START Entries shown

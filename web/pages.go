package web

import (
	"bytes"
	"embed"
	"fmt"
	"html/template"
	"io"
	"io/fs"
	"net/http"
	"strings"
)

//go:embed templates
var templateFiles embed.FS

// pageNames are the pages there are; each is templates/NAME.html.
var pageNames = []string{"wafers", "wafer", "bins", "bin", "loads", "load", "error"}

// Pages renders pages and serves the assets they use. It is safe for use by
// several goroutines.
type Pages struct {
	views  map[string]*template.Template
	assets *assetSet
	failed []byte // the pre-rendered page of an internal error
}

// NewPages parses every template and reads the built assets: from assets, or
// from those embedded in the binary when it is nil. Assets that were never built
// are an error that says how to build them.
func NewPages(assets fs.FS) (*Pages, error) {
	set, err := readAssets(assets)
	if err != nil {
		return nil, err
	}
	return newPages(set, "/assets/"+set.sum+"/")
}

// newPages makes Pages whose asset URLs begin with prefix.
func newPages(set *assetSet, prefix string) (*Pages, error) {
	p := &Pages{views: make(map[string]*template.Template, len(pageNames)), assets: set}
	funcs := templateFuncs()
	funcs["asset"] = func(name string) (string, error) {
		if _, ok := set.files[name]; !ok {
			return "", fmt.Errorf("asset %s is not built", name)
		}
		return prefix + name, nil
	}
	for _, name := range pageNames {
		t, err := template.New("base.html").Funcs(funcs).
			ParseFS(templateFiles, "templates/base.html", "templates/parts/*.html", "templates/"+name+".html")
		if err != nil {
			return nil, fmt.Errorf("page %s: %w", name, err)
		}
		p.views[name] = t
	}
	var err error
	if p.failed, err = p.bytes("error", NewErrorPage(http.StatusInternalServerError, "")); err != nil {
		return nil, err
	}
	return p, nil
}

// Render writes the page called name. Nothing is written when it fails.
func (p *Pages) Render(w io.Writer, name string, page any) error {
	b, err := p.bytes(name, page)
	if err != nil {
		return err
	}
	_, err = w.Write(b)
	return err
}

// RenderPart writes one named template of a page, for a script to put in place.
func (p *Pages) RenderPart(w io.Writer, name, part string, data any) error {
	view, ok := p.views[name]
	if !ok {
		return fmt.Errorf("there is no page %q: use one of %s", name, strings.Join(pageNames, ", "))
	}
	var b bytes.Buffer
	if err := view.ExecuteTemplate(&b, part, data); err != nil {
		return fmt.Errorf("page %s, part %s: %w", name, part, err)
	}
	_, err := w.Write(b.Bytes())
	return err
}

func (p *Pages) bytes(name string, page any) ([]byte, error) {
	view, ok := p.views[name]
	if !ok {
		return nil, fmt.Errorf("there is no page %q: use one of %s", name, strings.Join(pageNames, ", "))
	}
	var b bytes.Buffer
	if err := view.ExecuteTemplate(&b, "base.html", page); err != nil {
		return nil, fmt.Errorf("page %s: %w", name, err)
	}
	return b.Bytes(), nil
}

// Error gives the page of an error: status is an HTTP status, detail what was
// wrong and what to do, for a person. The detail of a 5xx is not shown, and a
// page that cannot be rendered becomes the pre-rendered one, so it never fails.
func (p *Pages) Error(status int, detail string) []byte {
	if status >= http.StatusInternalServerError && status != http.StatusServiceUnavailable {
		return p.failed
	}
	b, err := p.bytes("error", NewErrorPage(status, detail))
	if err != nil {
		return p.failed
	}
	return b
}

// Assets serves /assets/{checksum}/{file}.
func (p *Pages) Assets() http.Handler { return p.assets }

END Entries shown

▶ Task goal
Copy each line of the data exactly, please.

▶ Expected output
filename web/pages.go
package web

import (
	"bytes"
	"embed"
	"fmt"
	"html/template"
	"io"
	"io/fs"
	"net/http"
	"strings"
)

//go:embed templates
var templateFiles embed.FS

// pageNames are the pages there are; each is templates/NAME.html.
var pageNames = []string{"wafers", "wafer", "bins", "bin", "loads", "load", "error"}

// Pages renders pages and serves the assets they use. It is safe for use by
// several goroutines.
type Pages struct {
	views  map[string]*template.Template
	assets *assetSet
	failed []byte // the pre-rendered page of an internal error
}

// NewPages parses every template and reads the built assets: from assets, or
// from those embedded in the binary when it is nil. Assets that were never built
// are an error that says how to build them.
func NewPages(assets fs.FS) (*Pages, error) {
	set, err := readAssets(assets)
	if err != nil {
		return nil, err
	}
	return newPages(set, "/assets/"+set.sum+"/")
}

// newPages makes Pages whose asset URLs begin with prefix.
func newPages(set *assetSet, prefix string) (*Pages, error) {
	p := &Pages{views: make(map[string]*template.Template, len(pageNames)), assets: set}
	funcs := templateFuncs()
	funcs["asset"] = func(name string) (string, error) {
		if _, ok := set.files[name]; !ok {
			return "", fmt.Errorf("asset %s is not built", name)
		}
		return prefix + name, nil
	}
	for _, name := range pageNames {
		t, err := template.New("base.html").Funcs(funcs).
			ParseFS(templateFiles, "templates/base.html", "templates/parts/*.html", "templates/"+name+".html")
		if err != nil {
			return nil, fmt.Errorf("page %s: %w", name, err)
		}
		p.views[name] = t
	}
	var err error
	if p.failed, err = p.bytes("error", NewErrorPage(http.StatusInternalServerError, "")); err != nil {
		return nil, err
	}
	return p, nil
}

// Render writes the page called name. Nothing is written when it fails.
func (p *Pages) Render(w io.Writer, name string, page any) error {
	b, err := p.bytes(name, page)
	if err != nil {
		return err
	}
	_, err = w.Write(b)
	return err
}

// RenderPart writes one named template of a page, for a script to put in place.
func (p *Pages) RenderPart(w io.Writer, name, part string, data any) error {
	view, ok := p.views[name]
	if !ok {
		return fmt.Errorf("there is no page %q: use one of %s", name, strings.Join(pageNames, ", "))
	}
	var b bytes.Buffer
	if err := view.ExecuteTemplate(&b, part, data); err != nil {
		return fmt.Errorf("page %s, part %s: %w", name, part, err)
	}
	_, err := w.Write(b.Bytes())
	return err
}

func (p *Pages) bytes(name string, page any) ([]byte, error) {
	view, ok := p.views[name]
	if !ok {
		return nil, fmt.Errorf("there is no page %q: use one of %s", name, strings.Join(pageNames, ", "))
	}
	var b bytes.Buffer
	if err := view.ExecuteTemplate(&b, "base.html", page); err != nil {
		return nil, fmt.Errorf("page %s: %w", name, err)
	}
	return b.Bytes(), nil
}

// Error gives the page of an error: status is an HTTP status, detail what was
// wrong and what to do, for a person. The detail of a 5xx is not shown, and a
// page that cannot be rendered becomes the pre-rendered one, so it never fails.
func (p *Pages) Error(status int, detail string) []byte {
	if status >= http.StatusInternalServerError && status != http.StatusServiceUnavailable {
		return p.failed
	}
	b, err := p.bytes("error", NewErrorPage(status, detail))
	if err != nil {
		return p.failed
	}
	return b
}

// Assets serves /assets/{checksum}/{file}.
func (p *Pages) Assets() http.Handler { return p.assets }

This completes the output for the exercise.